■ What you need to do
Write out the records again exactly. Nothing should be dropped.
== Given records ==
import type { ReactNode } from 'react';
import { StyleSheet, Text, View } from 'react-native';
import { colors, radius, space, type } from '../theme';

interface NoticeProps {
  title: string;
  children?: ReactNode;
  /** `alert` for failures, so assistive technology reads them out when they appear. */
  role?: 'alert';
  testID?: string;
  action?: ReactNode;
}

/** Something the reader should know about the page itself: a failure, or an empty list and what comes next. */
export function Notice({ title, children, role, testID, action }: NoticeProps) {
  return (
    <View role={role} testID={testID} style={styles.notice}>
      <Text style={type.uiStrong}>{title}</Text>
      {children ? <Text style={type.body}>{children}</Text> : null}
      {action}
    </View>
  );
}

const styles = StyleSheet.create({
  notice: {
    gap: space.xs,
    backgroundColor: colors.brassWash,
    borderLeftColor: colors.brass,
    borderLeftWidth: 3,
    borderRadius: radius.sm,
    paddingHorizontal: space.md,
    paddingVertical: space.sm,
  },
});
===
■ Output for this task
import type { ReactNode } from 'react';
import { StyleSheet, Text, View } from 'react-native';
import { colors, radius, space, type } from '../theme';

interface NoticeProps {
  title: string;
  children?: ReactNode;
  /** `alert` for failures, so assistive technology reads them out when they appear. */
  role?: 'alert';
  testID?: string;
  action?: ReactNode;
}

/** Something the reader should know about the page itself: a failure, or an empty list and what comes next. */
export function Notice({ title, children, role, testID, action }: NoticeProps) {
  return (
    <View role={role} testID={testID} style={styles.notice}>
      <Text style={type.uiStrong}>{title}</Text>
      {children ? <Text style={type.body}>{children}</Text> : null}
      {action}
    </View>
  );
}

const styles = StyleSheet.create({
  notice: {
    gap: space.xs,
    backgroundColor: colors.brassWash,
    borderLeftColor: colors.brass,
    borderLeftWidth: 3,
    borderRadius: radius.sm,
    paddingHorizontal: space.md,
    paddingVertical: space.sm,
  },
});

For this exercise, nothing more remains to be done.